Oh my freaking god.  That was way harder than it looked the past few times I watched people test.  I swear my heart was about to explode and my lungs were burning something fierce.  My legs turned into 100 pound weights and I could barely get my hands up in time to keep from getting knocked out, why I wore 16 ounce gloves is beyond me..... they seemed to turn into 20 pound gloves, I should have found some 12 ounce gloves.   

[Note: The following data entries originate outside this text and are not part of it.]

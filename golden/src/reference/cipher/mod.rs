//! References of the cipher family.

pub mod aes;
pub mod sha256;
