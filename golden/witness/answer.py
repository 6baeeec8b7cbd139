"""Answers for one kernel: `answer.py KERNEL`, questions "seed size" on stdin, answers "seed size hexwords" on stdout.

The first line of the answer names the libraries. Each witness module has `words(seed, size) -> list[int]`
(unsigned 64-bit) and `LIBRARIES`, the modules it leans on.
"""

import sys

# last, not first: families may have the names of the library's own modules, such as `string`
sys.path.append(sys.path.pop(0))

from importlib.metadata import version
from importlib.util import module_from_spec, spec_from_file_location


def main() -> int:
    kernel = sys.argv[1]
    spec = spec_from_file_location(kernel.replace(".", "_"), f"{sys.path[-1]}/{kernel.replace('.', '/')}.py")
    module = module_from_spec(spec)
    spec.loader.exec_module(module)
    questions = [tuple(map(int, line.split())) for line in sys.stdin if line.strip()]
    print(", ".join(f"{name} {version(name)}" for name in module.LIBRARIES))
    for seed, size in questions:
        words = module.words(seed, size)
        print(seed, size, "".join(f"{w:016x}" for w in words))
    return 0


if __name__ == "__main__":
    sys.exit(main())
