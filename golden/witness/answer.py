"""Answers for one kernel: `answer.py KERNEL`, questions "seed size" on stdin, answers "seed size hexwords" on stdout.

The first line of the answer names the libraries. Each witness module has `words(seed, size) -> list[int]`
(unsigned 64-bit) and `LIBRARIES`, the modules it leans on.
"""

import standard  # noqa: F401, I001

import importlib
import sys
from importlib.metadata import version


def main() -> int:
    kernel = sys.argv[1]
    module = importlib.import_module(kernel)
    questions = [tuple(map(int, line.split())) for line in sys.stdin if line.strip()]
    print(", ".join(f"{name} {version(name)}" for name in module.LIBRARIES))
    for seed, size in questions:
        words = module.words(seed, size)
        print(seed, size, "".join(f"{w:016x}" for w in words))
    return 0


if __name__ == "__main__":
    sys.exit(main())
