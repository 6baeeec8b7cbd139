//! `float.chain64` on softfloat.

use kernels::Case;

use super::common_chain::Recipe;
use crate::reference::chacha::Stream;
use crate::softfloat::Format;

pub(super) const RECIPE: Recipe = Recipe { format: Format::F64, span: 256, shallow: 4, deep: 16 };

/// The 64 last states.
pub fn words(case: &Case) -> Vec<u64> {
    let chains = RECIPE.draw(&mut Stream::new(case), 64, case.seed.0 % 2 == 1);
    RECIPE.walk(&chains, 16)
}
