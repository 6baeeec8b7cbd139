//! `float.convert` on softfloat: operands on rounding boundaries, fifteen tracks, position-sensitive sums.

use kernels::Case;

use crate::reference::chacha::Stream;
use crate::softfloat::{Format, Round, convert, from_int, from_uint, to_i32, to_i64, to_u32};

const ITEMS: usize = 256;
const PASSES: usize = 24;
const NEAR: Round = Round::NearestEven;
const ZERO: Round = Round::TowardZero;

/// `digits` of `places` binary places, the lowest `cut` of which may be put on a boundary, the others all to one.
fn boundary(digits: u64, places: u32, cut: u32, w: u64) -> u64 {
    let digits = digits % (1 << places);
    if cut == 0 {
        return digits;
    }
    let unit = 1u64 << cut;
    let kept = if w >> 53 & 3 == 0 { (1 << places) / unit - 1 } else { digits / unit };
    let rest = match w >> 48 & 7 {
        0 => 0,
        1 => 1,
        2 => unit / 2 - 1,
        3 => unit / 2,
        4 => unit / 2 + 1,
        5 => unit - 1,
        _ => digits,
    };
    kept * unit + rest % unit
}

fn number(f: Format, negative: bool, exponent: i64, fraction: u64) -> u64 {
    let significand = fraction + (1 << f.fraction_bits);
    let above = exponent - i64::from(f.emin());
    let magnitude = if above < 0 { significand >> -above } else { significand + ((above as u64) << f.fraction_bits) };
    magnitude + if negative { f.sign_bit() } else { 0 }
}

fn narrowing(from: Format, to: Format, w: u64, z: u64) -> u64 {
    let (emin, emax) = (i64::from(to.emin()), i64::from(to.emax()));
    let pick = |n: i64| (w % n as u64) as i64;
    let wanted = match w >> 56 & 7 {
        0..2 => emin - 1 - pick(i64::from(to.fraction_bits) + 2),
        2 => emax - 1 + pick(3),
        _ => emin + pick(emax - emin + 1),
    };
    let exponent = wanted.min(from.emax().into());
    let cut = i64::from(from.fraction_bits - to.fraction_bits) + (emin - exponent).max(0);
    let cut = cut.min(from.fraction_bits.into()) as u32;
    number(from, w >> 63 == 1, exponent, boundary(z, from.fraction_bits, cut, w))
}

fn any(f: Format, w: u64, z: u64) -> u64 {
    let specials = (1u64 << f.exponent_bits) - 1;
    let biased = w % if f == Format::F16 { specials + 1 } else { specials };
    let fraction = if biased == specials { 0 } else { z % (1 << f.fraction_bits) };
    (w >> 63) * f.sign_bit() + (biased << f.fraction_bits) + fraction
}

fn to_integer(top: u64, signed: bool, w: u64, z: u64) -> u64 {
    let exponent = (w % (top + 2)) as i64 - 2;
    let cut = (52 - exponent).clamp(0, 52) as u32;
    number(Format::F64, signed && w >> 63 == 1, exponent, boundary(z, 52, cut, w))
}

/// A magnitude, and whether it is to be negated.
fn integer(longest: u64, kept: u32, w: u64, z: u64) -> (u64, bool) {
    let places = (w % longest) as u32;
    ((1 << places) + boundary(z, places, (places + 1).saturating_sub(kept), w), w >> 63 == 1)
}

fn signed((magnitude, negative): (u64, bool)) -> i64 {
    if negative { -(magnitude as i64) } else { magnitude as i64 }
}

/// Sums over the rows of a track whose results are `bits` wide, and its last word.
fn sums(results: &[u64], bits: u32) -> Vec<u64> {
    let a_word = (64 / bits) as usize;
    let words: Vec<u64> = results
        .chunks(a_word)
        .map(|group| group.iter().enumerate().fold(0, |word, (i, x)| word | x << (i as u32 * bits)))
        .collect();
    let mut s = [0u64; 8];
    let mut t = [0u64; 8];
    for _ in 0..PASSES {
        for (i, word) in words.iter().enumerate() {
            s[i % 8] = s[i % 8].wrapping_add(*word);
            t[i % 8] = t[i % 8].wrapping_add(s[i % 8]);
        }
    }
    s.into_iter().chain(t).chain(words.last().copied()).collect()
}

/// For each track 8 sums, 8 sums of sums, the last word.
pub fn words(case: &Case) -> Vec<u64> {
    let stream = &mut Stream::new(case);
    fn draw<T>(stream: &mut Stream, number: impl Fn(u64, u64) -> T) -> Vec<T> {
        let words = stream.words(2 * ITEMS);
        words.chunks(2).map(|pair| number(pair[0], pair[1])).collect()
    }
    let (half_f, bfloat_f, single_f, double_f) = (Format::F16, Format::BF16, Format::F32, Format::F64);
    let double_to_single = draw(stream, |w, z| narrowing(double_f, single_f, w, z));
    let single = draw(stream, |w, z| any(single_f, w, z));
    let single_to_half = draw(stream, |w, z| narrowing(single_f, half_f, w, z));
    let half = draw(stream, |w, z| any(half_f, w, z));
    let single_to_bfloat = draw(stream, |w, z| narrowing(single_f, bfloat_f, w, z));
    let bfloat = draw(stream, |w, z| any(bfloat_f, w, z));
    let double_to_i32 = draw(stream, |w, z| to_integer(30, true, w, z));
    let small = draw(stream, |w, z| signed(integer(31, 24, w, z)));
    let unsigned = draw(stream, |w, z| integer(32, 24, w, z).0);
    let double_to_i64 = draw(stream, |w, z| to_integer(62, true, w, z));
    let large = draw(stream, |w, z| signed(integer(63, 53, w, z)));
    let full = draw(stream, |w, z| integer(64, 53, w, z).0);
    let double_to_u32 = draw(stream, |w, z| to_integer(32, false, w, z));

    let between = |from: Format, to: Format, xs: &[u64]| {
        let results: Vec<u64> = xs.iter().map(|&x| convert(from, to, x, NEAR).0).collect();
        sums(&results, 1 + to.exponent_bits + to.fraction_bits)
    };
    let each =
        |bits: u32, xs: &[u64], one: &dyn Fn(u64) -> u64| sums(&xs.iter().map(|&x| one(x)).collect::<Vec<_>>(), bits);
    let from_signed = |to: Format, xs: &[i64]| {
        let results: Vec<u64> = xs.iter().map(|&x| from_int(to, x, NEAR).0).collect();
        sums(&results, 1 + to.exponent_bits + to.fraction_bits)
    };
    [
        between(double_f, single_f, &double_to_single),
        between(single_f, double_f, &single),
        between(single_f, half_f, &single_to_half),
        between(half_f, single_f, &half),
        between(single_f, bfloat_f, &single_to_bfloat),
        between(bfloat_f, single_f, &bfloat),
        each(32, &double_to_i32, &|x| u64::from(to_i32(double_f, x, ZERO).0 as u32)),
        each(32, &double_to_i32, &|x| u64::from(to_i32(double_f, x, NEAR).0 as u32)),
        from_signed(double_f, &small),
        from_signed(single_f, &small),
        each(32, &unsigned, &|x| from_uint(single_f, x, NEAR).0),
        each(64, &double_to_i64, &|x| to_i64(double_f, x, ZERO).0 as u64),
        from_signed(double_f, &large),
        each(64, &full, &|x| from_uint(double_f, x, NEAR).0),
        each(32, &double_to_u32, &|x| u64::from(to_u32(double_f, x, ZERO).0)),
    ]
    .concat()
}
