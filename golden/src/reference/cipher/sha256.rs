//! `cipher.sha256`: FIPS 180-4 with its constants computed: the first 32 fraction bits of the square and cube roots of the
//! first primes (§4.2.2, §5.3.3), by integer roots.

use kernels::Case;

use crate::reference::chacha::Stream;

fn primes(count: usize) -> Vec<u128> {
    (2..).filter(|n| (2..*n).all(|d| n % d != 0)).take(count).collect()
}

/// ⌊n^(1/power)⌋ by bisection.
fn root(n: u128, power: u32) -> u128 {
    let (mut low, mut high) = (0u128, 1u128 << 38);
    while high - low > 1 {
        let middle = (low + high) / 2;
        if middle.checked_pow(power).is_some_and(|p| p <= n) { low = middle } else { high = middle }
    }
    low
}

struct Constants {
    initial: Vec<u32>,
    k: Vec<u32>,
}

impl Constants {
    fn new() -> Constants {
        let initial = primes(8).into_iter().map(|p| root(p << 64, 2) as u32).collect();
        let k = primes(64).into_iter().map(|p| root(p << 96, 3) as u32).collect();
        Constants { initial, k }
    }
}

fn compress(k: &[u32], h: &[u32], block: &[u8]) -> Vec<u32> {
    let mut w: Vec<u32> = block.chunks_exact(4).map(|b| b.iter().fold(0, |x, &b| x << 8 | u32::from(b))).collect();
    for t in 16..64 {
        let small0 = w[t - 15].rotate_right(7) ^ w[t - 15].rotate_right(18) ^ (w[t - 15] >> 3);
        let small1 = w[t - 2].rotate_right(17) ^ w[t - 2].rotate_right(19) ^ (w[t - 2] >> 10);
        w.push(small1.wrapping_add(w[t - 7]).wrapping_add(small0).wrapping_add(w[t - 16]));
    }
    // v[0] … v[7] are a … h
    let mut v = h.to_vec();
    for t in 0..64 {
        let (a, b, c, e, f, g) = (v[0], v[1], v[2], v[4], v[5], v[6]);
        let big1 = e.rotate_right(6) ^ e.rotate_right(11) ^ e.rotate_right(25);
        let choose = (e & f) ^ (!e & g);
        let t1 = v[7].wrapping_add(big1).wrapping_add(choose).wrapping_add(k[t]).wrapping_add(w[t]);
        let big0 = a.rotate_right(2) ^ a.rotate_right(13) ^ a.rotate_right(22);
        let majority = (a & b) ^ (a & c) ^ (b & c);
        v.rotate_right(1);
        v[0] = t1.wrapping_add(big0).wrapping_add(majority);
        v[4] = v[4].wrapping_add(t1);
    }
    v.iter().zip(h).map(|(x, y)| x.wrapping_add(*y)).collect()
}

fn digest(constants: &Constants, message: &[u8]) -> Vec<u32> {
    let mut padded = message.to_vec();
    padded.push(0x80);
    while padded.len() % 64 != 56 {
        padded.push(0);
    }
    padded.extend((8 * message.len() as u64).to_be_bytes());
    padded.chunks_exact(64).fold(constants.initial.clone(), |h, block| compress(&constants.k, &h, block))
}

/// The digests of the eight messages.
pub fn words(case: &Case) -> Vec<u64> {
    let constants = Constants::new();
    let mut stream = Stream::new(case);
    let mut out = Vec::new();
    for _ in 0..8 {
        let mut message: Vec<u8> = (0..255).flat_map(|_| stream.word().to_le_bytes()).collect();
        message.pop();
        let digest = digest(&constants, &message);
        out.extend(digest.chunks_exact(2).map(|h| u64::from(h[0]) << 32 | u64::from(h[1])));
    }
    out
}

#[cfg(test)]
mod tests {
    use super::*;

    /// FIPS 180-2 appendix B.1: "abc".
    #[test]
    fn one_block_example() {
        let expected =
            [0xba78_16bf, 0x8f01_cfea, 0x4141_40de, 0x5dae_2223, 0xb003_61a3, 0x9617_7a9c, 0xb410_ff61, 0xf200_15ad];
        assert_eq!(digest(&Constants::new(), b"abc"), expected);
    }
}
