//! Two blocks side by side in a 512-bit x86 register.

use std::arch::x86_64::*;

use super::{Block, Blocks, Elements};

/// Two blocks; exists only where avx512f and avx512bw do.
#[derive(Clone, Copy)]
pub struct Zmm(__m512i);

/// 64-bit words for `low_lanes`: of each block of the first source words 0 and 1, then those of the second (from 8).
const LOW_LANES: [i64; 8] = [0, 1, 8, 9, 4, 5, 12, 13];
const HIGH_LANES: [i64; 8] = [2, 3, 10, 11, 6, 7, 14, 15];

/// # Safety
/// The CPU must have avx.
#[inline(always)]
unsafe fn ymm(block: &Block) -> __m256i {
    // SAFETY: the caller promises avx; a `Block` is 32 bytes, aligned to 32
    unsafe { _mm256_load_si256((&raw const *block).cast()) }
}

macro_rules! pairs {
    ($($name:ident $intrinsic:ident;)*) => {$(
        #[inline(always)]
        fn $name(self, other: Self) -> Self {
            // SAFETY: a `Zmm` exists only where avx512f and avx512bw do
            Zmm(unsafe { $intrinsic(self.0, other.0) })
        }
    )*};
}

impl Blocks for Zmm {
    const WIDTH: usize = 2;

    #[inline(always)]
    unsafe fn load<const N: usize>(nets: &[[Block; N]], k: usize) -> Self {
        // SAFETY: the caller promises avx512f
        Zmm(unsafe { _mm512_inserti64x4::<1>(_mm512_castsi256_si512(ymm(&nets[0][k])), ymm(&nets[1][k])) })
    }

    #[inline(always)]
    fn store<const N: usize>(self, nets: &mut [[Block; N]], k: usize) {
        // SAFETY: a `Zmm` exists only where avx512f does; a `Block` is 32 bytes, aligned to 32
        unsafe {
            _mm256_store_si256((&raw mut nets[0][k]).cast(), _mm512_castsi512_si256(self.0));
            _mm256_store_si256((&raw mut nets[1][k]).cast(), _mm512_extracti64x4_epi64::<1>(self.0));
        }
    }

    #[inline(always)]
    unsafe fn splat(block: &Block) -> Self {
        // SAFETY: the caller promises avx512f
        Zmm(unsafe { _mm512_broadcast_i64x4(ymm(block)) })
    }

    #[inline(always)]
    fn permute_elements(self, from: &Elements) -> Self {
        // SAFETY: a `Zmm` exists only where avx512f does
        Zmm(unsafe {
            // the second block's elements are 8 to 15
            let second = _mm512_set_epi64(SECOND, SECOND, SECOND, SECOND, 0, 0, 0, 0);
            _mm512_permutexvar_epi32(_mm512_add_epi32(Self::splat(&from.elements).0, second), self.0)
        })
    }

    #[inline(always)]
    fn permute_words<const ORDER: i32>(self) -> Self {
        // SAFETY: a `Zmm` exists only where avx512f does
        Zmm(unsafe { _mm512_permutex_epi64::<ORDER>(self.0) })
    }

    #[inline(always)]
    fn align<const BYTES: i32>(self, low: Self) -> Self {
        // SAFETY: a `Zmm` exists only where avx512bw does
        Zmm(unsafe { _mm512_alignr_epi8::<BYTES>(self.0, low.0) })
    }

    #[inline(always)]
    fn blend(self, other: Self, mask: Self) -> Self {
        // SAFETY: a `Zmm` exists only where avx512bw does
        Zmm(unsafe { _mm512_mask_blend_epi8(_mm512_movepi8_mask(mask.0), self.0, other.0) })
    }

    #[inline(always)]
    fn low_lanes(self, other: Self) -> Self {
        // SAFETY: a `Zmm` exists only where avx512f does; the constant has the 64 bytes that are read
        Zmm(unsafe { _mm512_permutex2var_epi64(self.0, _mm512_loadu_si512(LOW_LANES.as_ptr().cast()), other.0) })
    }

    #[inline(always)]
    fn high_lanes(self, other: Self) -> Self {
        // SAFETY: a `Zmm` exists only where avx512f does; the constant has the 64 bytes that are read
        Zmm(unsafe { _mm512_permutex2var_epi64(self.0, _mm512_loadu_si512(HIGH_LANES.as_ptr().cast()), other.0) })
    }

    pairs! {
        shuffle_bytes _mm512_shuffle_epi8;
        zip8_low _mm512_unpacklo_epi8;
        zip8_high _mm512_unpackhi_epi8;
        zip16_low _mm512_unpacklo_epi16;
        zip16_high _mm512_unpackhi_epi16;
        zip32_low _mm512_unpacklo_epi32;
        zip32_high _mm512_unpackhi_epi32;
        zip64_low _mm512_unpacklo_epi64;
        zip64_high _mm512_unpackhi_epi64;
        pack _mm512_packus_epi16;
        add _mm512_add_epi64;
        and _mm512_and_si512;
    }
}

/// 8 in both 32-bit halves.
const SECOND: i64 = 0x0000_0008_0000_0008;
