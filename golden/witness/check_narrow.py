"""Writes golden/tests/data/narrow.txt: digests of whole conversions by numpy and ml_dtypes, for golden/tests/softfloat.rs.

`python3 golden/witness/check_narrow.py` from the repository's root. One line a conversion: its name and the SHA-256 of all
results, little endian, in the order of the operands. Widening: all 65,536 encodings. Narrowing: every upper half of a
binary32 with each of the lower halves below, next to numbers and midpoints of both 16-bit formats; infinities included,
NaN operands left out. A NaN result is the canonical one (sign clear, top fraction bit set).
"""

import standard  # noqa: F401, I001

import hashlib

import ml_dtypes
import numpy

LOWER = [0, 1, 0xFFF, 0x1000, 0x1001, 0x1FFF, 0x7FFF, 0x8000, 0x8001, 0xEFFF, 0xF000, 0xF001, 0xFFFF]


def digest(array) -> str:
    return hashlib.sha256(array.astype(array.dtype.newbyteorder("<")).tobytes()).hexdigest()


def main() -> None:
    every = numpy.arange(1 << 16, dtype=numpy.uint16)
    singles = (every.astype(numpy.uint32)[:, None] << 16 | numpy.array(LOWER, dtype=numpy.uint32)).ravel().view(numpy.float32)
    singles = singles[~numpy.isnan(singles)]
    with open("golden/tests/data/narrow.txt", "w", encoding="ascii") as out, numpy.errstate(over="ignore"):
        for name, kind in [("half", numpy.float16), ("bfloat", ml_dtypes.bfloat16)]:
            wide = every.view(kind).astype(numpy.float32)
            bits = numpy.where(numpy.isnan(wide), numpy.uint32(0x7FC00000), wide.view(numpy.uint32))
            print(f"{name}-to-single {digest(bits)}", file=out)
            print(f"single-to-{name} {digest(singles.astype(kind).view(numpy.uint16))}", file=out)


if __name__ == "__main__":
    main()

My test consisted of 2 rounds of shadow boxing to demonstrate technique (which I pushed waaaaay to hard for and spent valuable energy I needed for the next part) Followed by 2 three minute rounds of kicking and kneeing the pads while the holder is kicking you in the legs, torso and head! (I had no idea they were going to kick me in the head but I think I got special treatment being a TKD instructor)  My injuries aren't too bad, they consist of: charlie horse on my left thigh, a giant black welt on the inside of my right knee, a sore jaw from catching a right cross with that thai shield and a red welt on my ribs from letting one kick get through my guard. ( when that kick landed I got a sharp pain and couldnt breathe in...I thought for a second it was all over but I pushed through and caught my breath back).   After that was finally over....I was shocked to find out I had to do 2 more rounds of 5 5 5.  Five five five is 5 kicks, 5 knees and then swing your holder and follow up 5 kicks.  That is a killer workout just in class let alone when the pressure is on and everyones shouting at you to keep moving and the holder is resisting your swing so you have to use twice as much energy just to move the guy.  After 2 rounds of that I thought for sure I must have just shaved off a couple years of my life from pushing my heart too hard but thankfully it was all over.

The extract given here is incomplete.